## Exercise prompt
Every line of the records below from the line with "if (s.differences.length >" up to and including the line with "const rows: Cell[][] = [];" must be reproduced exactly, and no line outside that range.

## Task input
******************************

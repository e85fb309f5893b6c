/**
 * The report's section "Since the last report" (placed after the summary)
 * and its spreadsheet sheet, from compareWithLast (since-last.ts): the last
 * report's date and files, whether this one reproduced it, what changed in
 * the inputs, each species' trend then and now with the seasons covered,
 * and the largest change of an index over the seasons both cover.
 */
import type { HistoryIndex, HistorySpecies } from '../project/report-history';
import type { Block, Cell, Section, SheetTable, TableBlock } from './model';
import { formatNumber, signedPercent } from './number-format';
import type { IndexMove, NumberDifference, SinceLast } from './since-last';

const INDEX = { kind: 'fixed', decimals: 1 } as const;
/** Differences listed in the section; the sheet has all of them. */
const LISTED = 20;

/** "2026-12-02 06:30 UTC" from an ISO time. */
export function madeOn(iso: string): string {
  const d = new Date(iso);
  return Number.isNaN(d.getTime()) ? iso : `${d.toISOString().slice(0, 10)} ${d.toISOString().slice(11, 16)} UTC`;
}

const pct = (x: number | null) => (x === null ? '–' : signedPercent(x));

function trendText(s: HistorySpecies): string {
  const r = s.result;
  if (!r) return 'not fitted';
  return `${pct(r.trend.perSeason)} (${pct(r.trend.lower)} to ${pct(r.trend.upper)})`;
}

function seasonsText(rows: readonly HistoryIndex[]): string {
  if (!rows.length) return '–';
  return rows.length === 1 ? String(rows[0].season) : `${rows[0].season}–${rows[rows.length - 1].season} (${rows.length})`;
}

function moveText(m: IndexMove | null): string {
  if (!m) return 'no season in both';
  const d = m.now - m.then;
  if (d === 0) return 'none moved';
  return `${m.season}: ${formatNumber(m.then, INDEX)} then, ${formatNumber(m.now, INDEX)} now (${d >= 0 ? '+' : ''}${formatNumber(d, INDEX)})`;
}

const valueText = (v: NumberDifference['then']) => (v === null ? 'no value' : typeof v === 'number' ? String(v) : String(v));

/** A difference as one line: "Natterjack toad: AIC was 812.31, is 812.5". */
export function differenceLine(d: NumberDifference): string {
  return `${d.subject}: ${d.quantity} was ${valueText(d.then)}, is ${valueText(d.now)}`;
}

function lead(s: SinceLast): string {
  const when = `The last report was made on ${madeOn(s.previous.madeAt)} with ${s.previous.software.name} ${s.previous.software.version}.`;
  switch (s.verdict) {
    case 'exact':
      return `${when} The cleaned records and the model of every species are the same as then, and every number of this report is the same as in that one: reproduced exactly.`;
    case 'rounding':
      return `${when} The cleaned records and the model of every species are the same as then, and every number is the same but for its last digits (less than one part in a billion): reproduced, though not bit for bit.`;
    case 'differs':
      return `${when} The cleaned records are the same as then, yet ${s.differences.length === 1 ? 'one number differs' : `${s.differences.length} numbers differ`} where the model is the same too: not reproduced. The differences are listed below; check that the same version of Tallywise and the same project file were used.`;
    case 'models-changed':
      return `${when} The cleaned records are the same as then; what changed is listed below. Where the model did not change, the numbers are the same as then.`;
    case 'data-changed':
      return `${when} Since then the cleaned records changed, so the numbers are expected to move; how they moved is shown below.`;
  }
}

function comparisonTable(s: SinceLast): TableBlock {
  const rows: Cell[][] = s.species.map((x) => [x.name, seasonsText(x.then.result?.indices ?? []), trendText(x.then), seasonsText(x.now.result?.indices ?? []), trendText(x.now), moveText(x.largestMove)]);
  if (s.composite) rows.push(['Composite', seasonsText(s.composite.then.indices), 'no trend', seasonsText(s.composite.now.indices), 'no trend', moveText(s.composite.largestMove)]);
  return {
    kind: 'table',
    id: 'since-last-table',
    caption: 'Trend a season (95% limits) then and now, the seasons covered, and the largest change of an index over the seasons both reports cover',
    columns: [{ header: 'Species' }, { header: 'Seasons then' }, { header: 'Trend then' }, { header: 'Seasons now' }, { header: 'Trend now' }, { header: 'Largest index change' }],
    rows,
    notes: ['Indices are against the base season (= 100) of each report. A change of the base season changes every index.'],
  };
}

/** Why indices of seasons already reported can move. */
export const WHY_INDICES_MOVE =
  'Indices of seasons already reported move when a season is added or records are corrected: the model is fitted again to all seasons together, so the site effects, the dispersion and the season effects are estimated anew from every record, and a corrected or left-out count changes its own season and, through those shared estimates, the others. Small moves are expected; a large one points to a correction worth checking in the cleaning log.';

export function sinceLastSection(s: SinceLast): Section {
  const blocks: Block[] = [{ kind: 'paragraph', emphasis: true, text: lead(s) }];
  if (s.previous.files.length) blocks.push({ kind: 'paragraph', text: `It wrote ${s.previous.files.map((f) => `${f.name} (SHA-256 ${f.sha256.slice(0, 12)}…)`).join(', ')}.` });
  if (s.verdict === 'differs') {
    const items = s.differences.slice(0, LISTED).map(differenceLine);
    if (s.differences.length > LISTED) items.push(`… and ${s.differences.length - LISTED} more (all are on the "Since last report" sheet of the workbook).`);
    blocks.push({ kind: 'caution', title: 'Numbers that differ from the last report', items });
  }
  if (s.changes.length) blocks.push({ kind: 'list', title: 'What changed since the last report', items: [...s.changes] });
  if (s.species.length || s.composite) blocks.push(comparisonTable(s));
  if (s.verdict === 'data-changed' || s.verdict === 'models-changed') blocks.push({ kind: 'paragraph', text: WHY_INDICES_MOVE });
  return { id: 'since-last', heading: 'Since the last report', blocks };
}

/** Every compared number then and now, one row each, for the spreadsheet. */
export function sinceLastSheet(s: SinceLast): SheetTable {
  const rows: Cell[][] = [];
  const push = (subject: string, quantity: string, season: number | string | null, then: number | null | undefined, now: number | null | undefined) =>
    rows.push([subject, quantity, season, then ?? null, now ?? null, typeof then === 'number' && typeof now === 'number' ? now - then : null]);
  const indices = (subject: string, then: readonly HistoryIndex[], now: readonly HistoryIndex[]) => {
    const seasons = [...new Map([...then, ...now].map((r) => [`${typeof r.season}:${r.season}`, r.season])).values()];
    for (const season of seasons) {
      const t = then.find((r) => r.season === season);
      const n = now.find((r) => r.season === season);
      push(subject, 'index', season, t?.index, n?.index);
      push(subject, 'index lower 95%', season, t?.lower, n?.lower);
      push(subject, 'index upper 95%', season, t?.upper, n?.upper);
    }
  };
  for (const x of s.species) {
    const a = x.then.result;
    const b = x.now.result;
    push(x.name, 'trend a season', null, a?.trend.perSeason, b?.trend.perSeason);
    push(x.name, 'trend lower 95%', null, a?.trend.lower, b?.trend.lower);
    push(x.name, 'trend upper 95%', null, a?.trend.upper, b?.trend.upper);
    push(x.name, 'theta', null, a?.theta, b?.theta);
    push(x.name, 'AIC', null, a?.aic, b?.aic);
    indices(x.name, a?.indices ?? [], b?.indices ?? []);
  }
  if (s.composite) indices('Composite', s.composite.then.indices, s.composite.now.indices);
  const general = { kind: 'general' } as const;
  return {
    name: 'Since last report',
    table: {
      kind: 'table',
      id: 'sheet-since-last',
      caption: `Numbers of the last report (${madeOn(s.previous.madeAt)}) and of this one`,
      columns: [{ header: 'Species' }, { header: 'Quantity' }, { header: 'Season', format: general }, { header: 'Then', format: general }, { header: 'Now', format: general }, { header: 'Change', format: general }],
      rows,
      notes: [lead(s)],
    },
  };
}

******************************

## Written solution
    if (s.differences.length > LISTED) items.push(`… and ${s.differences.length - LISTED} more (all are on the "Since last report" sheet of the workbook).`);
    blocks.push({ kind: 'caution', title: 'Numbers that differ from the last report', items });
  }
  if (s.changes.length) blocks.push({ kind: 'list', title: 'What changed since the last report', items: [...s.changes] });
  if (s.species.length || s.composite) blocks.push(comparisonTable(s));
  if (s.verdict === 'data-changed' || s.verdict === 'models-changed') blocks.push({ kind: 'paragraph', text: WHY_INDICES_MOVE });
  return { id: 'since-last', heading: 'Since the last report', blocks };
}

/** Every compared number then and now, one row each, for the spreadsheet. */
export function sinceLastSheet(s: SinceLast): SheetTable {
  const rows: Cell[][] = [];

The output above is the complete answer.